Ankara, Avrupa’nın Soğuk Savaş’tan bu yana en büyük tehdidiyle karşı karşıya olduğu bir zamanda ittifak içinde bir krizden kaçınmada çok önemli bir rol oynadı.

Chatham House’un Londra’daki Orta Doğu ve Kuzey Afrika Programı’ndan Galip Dalay, “Bu anlaşmadaki en büyük kazanç, Türkiye-NATO ilişkilerinde kriz olmamasıdır” dedi.

“On yıllardır belki de en önemli zirve olan bu zirveden sonra bir anlaşma olmasaydı, bu krize yol açardı. Bu krizin önlenmiş olması, NATO’daki tüm taraflar için büyük bir kazanımdır.”

Analistlere göre, NATO içindeki konumunu cilalayan Türkiye, şimdi müttefiklerini “terörizm” konusundaki görüşü konusunda ikna etmeye çalışacak.

İskandinav anlaşması, Batılı ülkelerin Ankara’nın Suriye Kürt Halk Koruma Birlikleri (YPG) konusundaki endişelerini ilk kez tanıdığını gördü. Suriye’de ABD liderliğindeki koalisyonun bir parçası olarak IŞİD’e (IŞİD) karşı mücadelede etkili olan grup, 38 yıldır Türkiye’ye karşı silahlı ayaklanma yürüten Kürdistan İşçi Partisi’ne (PKK) bağlı.

Türkiye’nin şimdi büyük ölçüde PKK ve YPG’nin ayrı varlıklar olduğunu iddia eden diğer ülkeleri benzer bir pozisyon benimsemeye zorlaması muhtemeldir.

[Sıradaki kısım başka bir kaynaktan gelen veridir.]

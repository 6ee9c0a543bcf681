// Room "stress": the pooled answer again under changes, and what would turn it.
#pragma once

#include <array>
#include <cstddef>
#include <functional>
#include <optional>
#include <span>
#include <string>
#include <vector>

#include "steelyard/base.hpp"
#include "steelyard/pool.hpp"
#include "steelyard/study.hpp"

namespace steelyard {

struct StressOptions {
  PoolOptions pool;  ///< level of the intervals; shrunken effects are never computed here
  /// A Bayes factor of at least this, either way, is a verdict; less is "undecided". > 1.
  double verdict = 3.0;
  /// Factors on the width of the effect prior and on the scale of the spread prior, > 0, rising. Empty:
  /// 20 of each from 1/8 to 8 (a geometric series, so 1 lies between the middle two).
  std::vector<double> widths, scales;
  /// A label of each study (parallel to the studies) for subsets; empty: none.
  std::vector<std::string> groups;
  bool grid = true;                ///< priors over the two-way grid
  bool shares = true;              ///< the evidence each study carries
  std::size_t exact_shares = 12;   ///< up to that many studies over all orders; at most 16
  std::size_t most_shares = 1000;  ///< beyond that many studies no shares
  unsigned threads = 1;            ///< ≥ 1; the result is the same for any number
  /// Called with (steps done, steps in all) now and then, from one thread at a time; false stops. May be
  /// empty.
  std::function<bool(std::size_t, std::size_t)> progress;
};

/// The side on which an answer comes down.
enum class Stand { effect, undecided, no_effect };
[[nodiscard]] std::string_view to_text(Stand stand);  ///< "an effect", "undecided", "no effect"

/// The pooled answer under one change.
struct Answer {
  std::optional<LogBayesFactor> effect, effect_fixed, effect_random, heterogeneity;
  Summary pooled_effect;  ///< averaged; empty where only the evidence was asked for
  bool accurate = true;
  std::string refused;  ///< why there is no answer (for instance no mass in the direction), or ""
};

struct SubsetAnswer {
  std::string group;
  std::size_t count = 0;  ///< studies in the group
  Answer only, without;   ///< `without` is refused when no study is left
};

/// Evidence for an effect over prior width × spread scale.
struct PriorGrid {
  std::vector<double> widths, scales;  ///< factors
  std::vector<LogBayesFactor> effect;  ///< averaged; [width index · scales.size() + scale index]
  std::vector<LogBayesFactor> heterogeneity;
  double lowest = 0.0, highest = 0.0;  ///< over the grid, log Bayes factor of an effect
};

/// The evidence a study carries: its mean contribution to the averaged log Bayes factor of an effect over
/// orders of arrival (Shapley's value); the shares add up to the whole.
struct Share {
  double log_bf = 0.0;
  double error = 0.0;  ///< numerical, and, where only some orders were taken, their spread
};

/// A family of changes.
enum class Change { study, order, width, scale, direction, model, group };

/// The smallest change of its kind that turns the verdict.
struct Turn {
  Change kind = Change::study;
  /// study: the one left out; order: how many had arrived, from 1; direction: as in `Direction`; model: 0 the
  /// same effect, 1 varying effects; group: into `subsets`. 0 for width and scale.
  std::size_t index = 0;
  bool left_out = true;         ///< group: left out, or alone
  double factor = 1.0;          ///< on the width or scale: beyond it the verdict turns
  double from = 0.0, to = 0.0;  ///< log Bayes factor of an effect as it stands and after the change
  Stand before = Stand::undecided, after = Stand::undecided;
};

/// Over all changes of a kind: between what the log Bayes factor of an effect stays.
struct Firmness {
  Change kind = Change::study;  ///< width: the whole two-way grid
  std::size_t count = 0;        ///< changes made
  double lowest = 0.0, highest = 0.0;
  bool same_stand = true;  ///< the verdict never turns
};

struct StressResult {
  Answer base;
  Stand stand = Stand::undecided;
  std::vector<Answer> without;     ///< leave one out, by study; empty for a single study
  std::vector<std::size_t> order;  ///< studies as they arrive: by year when all have one, else by row
  bool by_year = false;
  std::vector<Answer> cumulative;     ///< after the first, the first two, ...
  std::vector<SubsetAnswer> subsets;  ///< groups in the order of their first study
  std::array<Answer, 3> directions;   ///< either, greater, less
  std::optional<PriorGrid> grid;
  std::vector<Share> shares;       ///< by study; empty when not asked for
  bool shares_exact = true;        ///< over all orders
  std::size_t shares_orders = 0;   ///< orders taken when not
  std::vector<Turn> turns;         ///< of each kind at most one, studies first; none: nothing turned it
  std::vector<Firmness> firmness;  ///< of each kind that was tried
  bool accurate = true;
  bool stopped = false;  ///< `progress` asked to stop; what is there is incomplete
};

/// Error when pooling as it stands is refused, or an option is out of range. Pure.
[[nodiscard]] Outcome<StressResult> stress(std::span<const Study> studies, const Priors& priors,
                                           const StressOptions& options = {});

// ---- differences among groups ---------------------------------------------------------------------

struct GroupOptions {
  double level = 0.95;
  /// Prior of each group's deviation from the common mean, independent; symmetric around 0. The default
  /// makes the difference between any two groups Cauchy(0, 1/√2), the default prior of an effect.
  EffectFamily deviation = CauchyPrior{0.0, 0.35355339059327376220};
  bool shared_spread = true;  ///< one spread for all groups, or each its own under the same prior
};

struct GroupAnswer {
  std::string name;
  std::vector<std::size_t> studies;
  PoolResult pooled;  ///< the group alone
};

/// A common mean against a common mean with group deviations; formulas in docs/methods.md.
struct GroupResult {
  GroupOptions options;
  std::vector<GroupAnswer> groups;  ///< in the order of their first study
  /// Evidence for a difference among groups: with one effect within each group, with effects that vary
  /// within groups, and both together by the model probabilities.
  LogBayesFactor fixed;
  std::optional<LogBayesFactor> random, averaged;
  bool accurate = true;
};

/// `labels` is parallel to the studies. Error when there are fewer than two groups, a label is empty, the
/// deviation isn't centred at 0, or pooling a group is refused.
[[nodiscard]] Outcome<GroupResult> compare_groups(std::span<const Study> studies,
                                                  std::span<const std::string> labels, const Priors& priors,
                                                  const GroupOptions& options = {});

}  // namespace steelyard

Türkiye, 2019 saldırısını YPG kontrolündeki kuzey Suriye’ye tekrarlama sözü verdi. Önceki operasyon, Batı’nın yaygın bir şekilde kınamasına ve Ankara’ya savunma satışlarına kısıtlama getirilmesine yol açmıştı.

Türkiye artık Avrupa ve ABD’nin bunu eleştirmemesini bekleyecek. [incursion] dudak servisinin ötesinde, ”dedi Unluhisarcıklı.

Dalay, Rusya’nın Ukrayna’daki savaşının Türkiye ile NATO müttefikleri arasında daha fazla yakınlaşmaya yol açacağını açıkladı. Türkiye, Suriye, Libya ve Dağlık Karabağ’da Rusya ile doğrudan rekabet halinde olan tek NATO üyesidir ve bu durum Ankara için benzersiz güvenlik tehditleri oluşturmaktadır.

Dalay, “Rus revizyonizmi Türkiye’yi her zaman Batı’ya yaklaştırdı” dedi. “Osmanlı İmparatorluğu’nun durumu buydu, Türkiye NATO’ya girmek için başvururken de böyleydi, bugün de böyle.

Ancak Türkiye jeopolitik konularda Batı ile adım adım yakınlaşırken, bunu Rusya’yı kızdırmayacak şekilde yapmaya çalışacak” dedi.